··· Records for processing

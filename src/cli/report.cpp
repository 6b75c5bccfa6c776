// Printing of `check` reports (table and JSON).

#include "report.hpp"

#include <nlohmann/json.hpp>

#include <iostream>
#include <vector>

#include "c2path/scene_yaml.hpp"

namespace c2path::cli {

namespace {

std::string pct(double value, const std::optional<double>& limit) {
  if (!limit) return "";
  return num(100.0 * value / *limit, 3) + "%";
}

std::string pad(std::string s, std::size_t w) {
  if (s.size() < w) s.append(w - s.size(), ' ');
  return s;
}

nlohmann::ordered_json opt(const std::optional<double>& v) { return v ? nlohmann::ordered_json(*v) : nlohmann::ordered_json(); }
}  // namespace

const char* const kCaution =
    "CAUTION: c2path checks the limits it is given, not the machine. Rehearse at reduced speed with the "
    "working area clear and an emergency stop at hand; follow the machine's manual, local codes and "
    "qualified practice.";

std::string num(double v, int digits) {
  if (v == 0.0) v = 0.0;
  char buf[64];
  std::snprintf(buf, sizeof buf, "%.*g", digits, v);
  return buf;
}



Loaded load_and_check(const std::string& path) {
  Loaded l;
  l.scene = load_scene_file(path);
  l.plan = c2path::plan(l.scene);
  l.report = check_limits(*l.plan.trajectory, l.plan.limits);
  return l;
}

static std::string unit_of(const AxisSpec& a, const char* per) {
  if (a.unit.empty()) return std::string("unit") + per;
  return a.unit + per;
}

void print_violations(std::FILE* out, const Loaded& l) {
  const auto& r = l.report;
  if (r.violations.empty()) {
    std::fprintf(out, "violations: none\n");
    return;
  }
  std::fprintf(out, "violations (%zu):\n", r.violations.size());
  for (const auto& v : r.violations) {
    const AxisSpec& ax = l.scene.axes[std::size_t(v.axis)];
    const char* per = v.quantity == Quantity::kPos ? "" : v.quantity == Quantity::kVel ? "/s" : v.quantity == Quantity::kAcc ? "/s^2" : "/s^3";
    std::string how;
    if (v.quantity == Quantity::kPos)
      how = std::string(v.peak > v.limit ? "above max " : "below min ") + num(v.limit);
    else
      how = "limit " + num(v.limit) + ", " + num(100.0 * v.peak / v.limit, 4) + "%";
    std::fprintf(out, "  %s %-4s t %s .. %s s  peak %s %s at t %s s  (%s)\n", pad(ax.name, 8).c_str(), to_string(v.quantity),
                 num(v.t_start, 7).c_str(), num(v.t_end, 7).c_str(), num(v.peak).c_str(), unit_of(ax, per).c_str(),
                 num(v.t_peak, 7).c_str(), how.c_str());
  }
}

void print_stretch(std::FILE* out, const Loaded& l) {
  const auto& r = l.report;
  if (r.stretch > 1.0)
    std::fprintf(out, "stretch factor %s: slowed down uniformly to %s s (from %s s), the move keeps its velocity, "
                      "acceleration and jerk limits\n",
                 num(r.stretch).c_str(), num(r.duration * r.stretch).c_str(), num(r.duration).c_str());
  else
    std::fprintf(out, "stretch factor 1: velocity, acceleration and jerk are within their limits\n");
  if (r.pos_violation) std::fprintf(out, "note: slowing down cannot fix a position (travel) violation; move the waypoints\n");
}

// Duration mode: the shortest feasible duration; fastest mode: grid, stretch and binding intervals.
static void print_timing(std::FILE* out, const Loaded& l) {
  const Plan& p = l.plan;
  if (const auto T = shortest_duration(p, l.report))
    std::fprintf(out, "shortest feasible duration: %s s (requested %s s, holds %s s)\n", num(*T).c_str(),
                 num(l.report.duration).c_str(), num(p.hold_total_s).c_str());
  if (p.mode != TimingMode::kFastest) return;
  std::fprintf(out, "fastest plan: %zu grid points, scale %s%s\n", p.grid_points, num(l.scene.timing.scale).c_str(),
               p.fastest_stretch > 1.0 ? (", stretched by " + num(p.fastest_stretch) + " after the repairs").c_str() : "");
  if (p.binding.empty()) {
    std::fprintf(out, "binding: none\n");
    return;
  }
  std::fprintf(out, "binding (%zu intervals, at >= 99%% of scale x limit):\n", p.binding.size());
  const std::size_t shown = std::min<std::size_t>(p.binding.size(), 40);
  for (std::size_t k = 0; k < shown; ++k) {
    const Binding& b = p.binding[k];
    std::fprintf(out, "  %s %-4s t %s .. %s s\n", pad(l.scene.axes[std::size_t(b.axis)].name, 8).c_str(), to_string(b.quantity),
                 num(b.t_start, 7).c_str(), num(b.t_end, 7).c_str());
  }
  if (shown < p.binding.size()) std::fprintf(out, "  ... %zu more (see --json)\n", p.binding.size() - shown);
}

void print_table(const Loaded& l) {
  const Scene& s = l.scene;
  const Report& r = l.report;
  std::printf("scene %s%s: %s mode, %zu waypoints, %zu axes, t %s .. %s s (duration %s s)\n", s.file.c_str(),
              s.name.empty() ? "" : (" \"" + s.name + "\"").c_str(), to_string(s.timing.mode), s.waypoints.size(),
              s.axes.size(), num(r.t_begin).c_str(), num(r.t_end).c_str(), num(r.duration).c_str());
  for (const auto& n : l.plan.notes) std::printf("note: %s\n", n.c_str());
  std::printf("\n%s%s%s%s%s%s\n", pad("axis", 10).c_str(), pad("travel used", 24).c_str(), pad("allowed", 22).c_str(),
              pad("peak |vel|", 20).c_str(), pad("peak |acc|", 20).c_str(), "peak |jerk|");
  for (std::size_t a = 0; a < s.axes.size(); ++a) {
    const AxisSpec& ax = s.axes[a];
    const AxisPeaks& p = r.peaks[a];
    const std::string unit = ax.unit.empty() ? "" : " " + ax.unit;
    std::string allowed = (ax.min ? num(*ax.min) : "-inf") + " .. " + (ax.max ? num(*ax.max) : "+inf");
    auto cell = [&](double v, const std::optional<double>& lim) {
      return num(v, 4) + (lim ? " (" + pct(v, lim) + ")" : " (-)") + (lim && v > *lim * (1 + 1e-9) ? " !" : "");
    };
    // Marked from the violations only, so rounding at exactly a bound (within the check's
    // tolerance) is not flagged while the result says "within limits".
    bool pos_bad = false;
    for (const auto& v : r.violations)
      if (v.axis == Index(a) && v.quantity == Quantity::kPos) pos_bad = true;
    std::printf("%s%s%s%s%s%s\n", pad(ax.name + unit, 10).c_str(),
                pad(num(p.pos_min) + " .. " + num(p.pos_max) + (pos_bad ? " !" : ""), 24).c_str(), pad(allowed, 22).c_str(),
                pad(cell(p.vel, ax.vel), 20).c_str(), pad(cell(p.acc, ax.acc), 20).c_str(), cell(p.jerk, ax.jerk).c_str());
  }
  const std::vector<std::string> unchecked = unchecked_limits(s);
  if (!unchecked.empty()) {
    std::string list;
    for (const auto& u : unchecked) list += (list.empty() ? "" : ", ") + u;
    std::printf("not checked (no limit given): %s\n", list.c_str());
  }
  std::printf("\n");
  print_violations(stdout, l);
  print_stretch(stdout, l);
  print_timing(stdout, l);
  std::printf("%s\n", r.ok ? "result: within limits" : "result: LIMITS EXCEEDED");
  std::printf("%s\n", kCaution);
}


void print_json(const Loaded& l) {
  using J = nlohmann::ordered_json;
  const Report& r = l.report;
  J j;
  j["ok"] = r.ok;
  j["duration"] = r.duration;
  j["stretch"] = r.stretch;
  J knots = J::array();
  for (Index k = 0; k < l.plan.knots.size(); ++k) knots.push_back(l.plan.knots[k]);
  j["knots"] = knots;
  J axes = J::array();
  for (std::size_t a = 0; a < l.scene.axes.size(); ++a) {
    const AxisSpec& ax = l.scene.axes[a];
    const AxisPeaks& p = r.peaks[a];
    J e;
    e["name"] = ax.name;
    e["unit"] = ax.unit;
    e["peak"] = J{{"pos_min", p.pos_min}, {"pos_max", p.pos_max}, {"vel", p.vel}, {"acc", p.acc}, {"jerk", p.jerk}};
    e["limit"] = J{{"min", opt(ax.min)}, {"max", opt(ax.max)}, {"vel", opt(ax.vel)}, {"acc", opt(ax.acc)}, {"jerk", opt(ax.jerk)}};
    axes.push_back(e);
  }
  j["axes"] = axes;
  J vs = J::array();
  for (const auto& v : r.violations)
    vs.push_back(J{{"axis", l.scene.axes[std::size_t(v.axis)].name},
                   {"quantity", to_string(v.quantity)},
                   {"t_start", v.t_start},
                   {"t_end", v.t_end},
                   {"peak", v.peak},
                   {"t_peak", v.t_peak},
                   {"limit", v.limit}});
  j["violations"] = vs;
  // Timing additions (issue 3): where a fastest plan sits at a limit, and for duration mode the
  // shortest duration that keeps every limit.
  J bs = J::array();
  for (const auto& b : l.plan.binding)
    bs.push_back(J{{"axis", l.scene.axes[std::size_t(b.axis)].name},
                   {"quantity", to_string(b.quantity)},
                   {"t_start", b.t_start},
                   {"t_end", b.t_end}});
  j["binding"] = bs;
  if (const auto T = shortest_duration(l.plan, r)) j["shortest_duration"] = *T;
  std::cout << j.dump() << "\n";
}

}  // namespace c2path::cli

······

Which lines above hold the string "kCaution"? Copy each of them.

const char* const kCaution =
  std::printf("%s\n", kCaution);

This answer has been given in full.